Pénurie de pétrole ou excès de mensonges ?24/08/20052005Journal/medias/journalnumero/images/2005/08/une1934.jpg.445x577_q85_box-0%2C104%2C1383%2C1896_crop_detail.jpg

Leur société

Pénurie de pétrole ou excès de mensonges ?

Le prix du baril de pétrole s'envole et à en croire les commentateurs ce serait parce que la demande en pétrole exploserait -entre autres à cause des besoins de la Chine- alors que les capacités de production seraient limitées. Et on agite à nouveau le spectre de la pénurie de pétrole, la télévision n'hésitant pas à nous montrer des stations-service vides et des voitures tirées par des chevaux... comme si c'était notre avenir proche.

En fait chaque fois que les prix du pétrole grimpent on entend cette chanson, écrite en 1973 quand le premier choc pétrolier vit le prix du baril multiplié par quatre en quelques mois.

En 1973 de prétendus spécialistes, dont ceux du Club de Rome, annonçaient que les réserves en pétrole seraient épuisées en... 1982. Le même Club de Rome affirmait d'ailleurs que, la Terre ne disposant que de ressources limitées, il fallait viser la croissance zéro! D'autres experts plus optimistes envisageaient la pénurie pour trente ans après, soit en... 2003. On voit aujourd'hui ce qu'il faut penser de ces «prévisions». En 2005, d'autres experts, aussi sérieux sans doute, annoncent, pour les plus optimistes, des réserves pour une quarantaine d'années, alors que les pessimistes disent que, dès l'an prochain, la production de pétrole va commencer à baisser...

Il est évident que les ressources en pétrole ne sont pas inépuisables, mais si les experts se sont si manifestement trompés dans leurs prévisions d'il y a trente ans, on peut mettre en doute la pertinence de celles d'aujourd'hui.

L'industrie pétrolière a su trouver de nouvelles réserves et les exploiter, même dans les conditions difficiles de la mer du Nord ou du golfe du Mexique, au point que les réserves connues aujourd'hui sont estimées plus importantes que celles sur lesquelles on tablait il y a trente ans. Alors ce n'est sûrement pas la diminution de ces réserves qui explique la hausse du pétrole, mais la politique des trusts pétroliers, ceux qu'on appelait les sept Majors en 1973 et qui aujourd'hui, fusions obligent, ne sont plus que cinq dont TotalFinaElf, première entreprise française. Ce sont ces compagnies qui contrôlent le marché et dictent leur loi à tous les pays producteurs, y compris ceux de l'OPEP, qui n'a jamais été le cartel tout-puissant capable de prendre le monde occidental en «otage» que nous présente une certaine presse. Les chocs pétroliers ont été voulus, préparés et mis en scène par les compagnies pétrolières qui en ont profité. Non seulement en faisant des bénéfices colossaux grâce aux augmentations des prix à la pompe, mais aussi en rendant rentable l'exploitation de gisements dont les coûts de production étaient plus élevés. Et en effet, aujourd'hui, les Majors annoncent des profits colossaux en hausse de 26% pour BP, 18% pour Exxon-Mobil, 48% pour Shell et 23% pour Total!
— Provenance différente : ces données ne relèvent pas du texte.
/// Everything the page shows.
#[derive(Clone, Debug)]
pub struct ReviewInput<'a> {
    /// The analysis (network, responses).
    pub analysis: &'a Analysis,
    /// The sweep.
    pub grid: &'a Grid,
    /// Each response's figures.
    pub figures: &'a [Figures],
    /// Each limit's outcome.
    pub checks: &'a [LimitResult],
    /// The design's limits (for those not checked, e.g. on responses left out).
    pub limits: &'a [Limit],
    /// Whether the safety caution applies.
    pub caution: bool,
    /// Per response (in order): its plots (Bode first).
    pub plots: &'a [Vec<Plot>],
    /// Overlay plots of several responses.
    pub overlays: &'a [Plot],
    /// Charts of the ports analysis (Smith chart), with a short table, where the design has
    /// ports: (caption lines, plots).
    pub ports: PortsSection,
    /// The tolerance results.
    pub tolerances: &'a Tolerances,
    /// Provenance.
    pub provenance: &'a Provenance,
}

const STYLE: &str = r#"
:root { --ink: #1f2a36; --mute: #5b6672; --rule: #d5dbe1; --pass: #1d6b3a; --fail: #a4243b; }
* { box-sizing: border-box; }
body { font-family: "DejaVu Sans", Helvetica, Arial, sans-serif; color: var(--ink); margin: 0;
  background: #f4f6f8; font-size: 14px; line-height: 1.45; }
main { max-width: 940px; margin: 0 auto; padding: 12px; }
section.sheet { background: #fff; border: 1px solid var(--rule); border-radius: 4px;
  padding: 18px 22px; margin: 14px 0; }
h1 { font-size: 22px; margin: 0 0 6px; }
h2 { font-size: 18px; margin: 0 0 10px; border-bottom: 1px solid var(--rule); padding-bottom: 4px; }
h3 { font-size: 15px; margin: 14px 0 6px; }
.verdict { font-size: 16px; font-weight: bold; padding: 6px 10px; border-radius: 3px; display: inline-block; }
.verdict.pass { color: var(--pass); border: 2px solid var(--pass); }
.verdict.fail { color: var(--fail); border: 2px solid var(--fail); }
.verdict.none { color: var(--mute); border: 2px solid var(--rule); }
.caution { border: 2px solid #b35c00; background: #fff6ec; padding: 10px 14px; margin: 12px 0; }
.note { color: var(--mute); }
table { border-collapse: collapse; margin: 6px 0 10px; font-size: 13px; }
th, td { text-align: left; padding: 3px 10px 3px 0; border-bottom: 1px solid var(--rule); vertical-align: top; }
th { font-weight: bold; }
td.num { font-variant-numeric: tabular-nums; white-space: nowrap; }
td { overflow-wrap: anywhere; }
td.pass { color: var(--pass); font-weight: bold; }
td.fail { color: var(--fail); font-weight: bold; }
figure { margin: 8px 0; break-inside: avoid; page-break-inside: avoid; }
figure svg { width: 100%; height: auto; display: block; }
figcaption { color: var(--mute); font-size: 12px; }
code { font-size: 12px; word-break: break-all; }
@media print {
  @page { margin: 12mm; }
  body { background: #fff; font-size: 11px; }
  main { max-width: none; padding: 0; }
  section.sheet { border: none; padding: 0; margin: 0; break-before: page; page-break-before: always; }
  section.sheet:first-child { break-before: auto; page-break-before: auto; }
  table { font-size: 10px; }
  figure svg { max-height: 150mm; }
  figure.small svg { max-height: 110mm; }
}
"#;

fn hz(f: f64) -> String {
    format_eng(f, 5, "Hz").replace('-', "−")
}

fn db(v: f64) -> String {
    if v.is_finite() {
        let v = if v.abs() < 0.005 { 0.0 } else { v };
        format!("{v:.2} dB").replace('-', "−")
    } else {
        format!("{v} dB").replace("inf", "∞").replace('-', "−")
    }
}

/// A plain number (a Q, a value in rad/s) to `digits` significant digits: fixed point from
/// 0.001 to 10⁶, scientific beyond; never an SI prefix standing alone as if it were a unit.
fn sig(v: f64, digits: usize) -> String {
    let a = v.abs();
    let s = if v == 0.0 {
        "0".to_string()
    } else if !v.is_finite() {
        return if v > 0.0 {
            "∞".into()
        } else {
            "−∞".into()
        };
    } else if (1e-3..1e6).contains(&a) {
        let decimals = (digits as i32 - 1 - a.log10().floor() as i32).max(0) as usize;
        format!("{v:.decimals$}")
    } else {
        format!("{:.*e}", digits.saturating_sub(1), v)
    };
    s.replace('-', "−")
}

fn num(v: f64, digits: usize, unit: &str) -> String {
    format_eng(v, digits, unit).replace('-', "−")
}

/// A row of a figures table whose value cell carries its JSON path.
fn row(out: &mut String, label: &str, value: &str, path: Option<&str>) {
    // Figures keep their number and unit on one line; text rows wrap.
    let attr = path.map_or(String::new(), |p| {
        format!(r#" class="num" data-json="{}""#, escape(p))
    });
    let _ = writeln!(
        out,
        r#"<tr><th>{}</th><td{attr}>{}</td></tr>"#,
        escape(label),
        escape(value)
    );
}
À chaque augmentation du prix du pétrole, le recours au spectre de la pénurie a été accompagné d'une mise en condition sur la nécessité d'économiser l'énergie, et les États en ont profité pour augmenter les taxes sur l'essence.

En 1973, le gouvernement avait lancé l'Agence pour les économies d'énergie dont le slogan «En France on n'a pas de pétrole mais on a des idées» a fait le bonheur des humoristes. À grands coups de publicité on invitait les bons citoyens à faire la «chasse au gaspi», petit animal nuisible né de l'imagination des experts en communication. Et on nous expliquait qu'un bon citoyen était celui qui préférait les vêtements chauds au poële à mazout, la marche à pied à la voiture et pourquoi pas les allumettes au briquet à essence.

Aujourd'hui comme en 1973, les appels aux économies d'énergie ne sont là que pour camoufler l'appétit vorace des compagnies pétrolières. La véritable cause des hausses de prix est que, dans cette société capitaliste, on n'extrait pas le pétrole pour satisfaire les besoins de la population, mais bien pour le vendre et le vendre avec le maximum de bénéfices. Et le problème de l'heure n'est pas la pénurie de pétrole mais la course aux profits de trusts qui ne se soucient ni des populations, ni même des conséquences que leur avidité peut avoir pour l'ensemble de l'économie.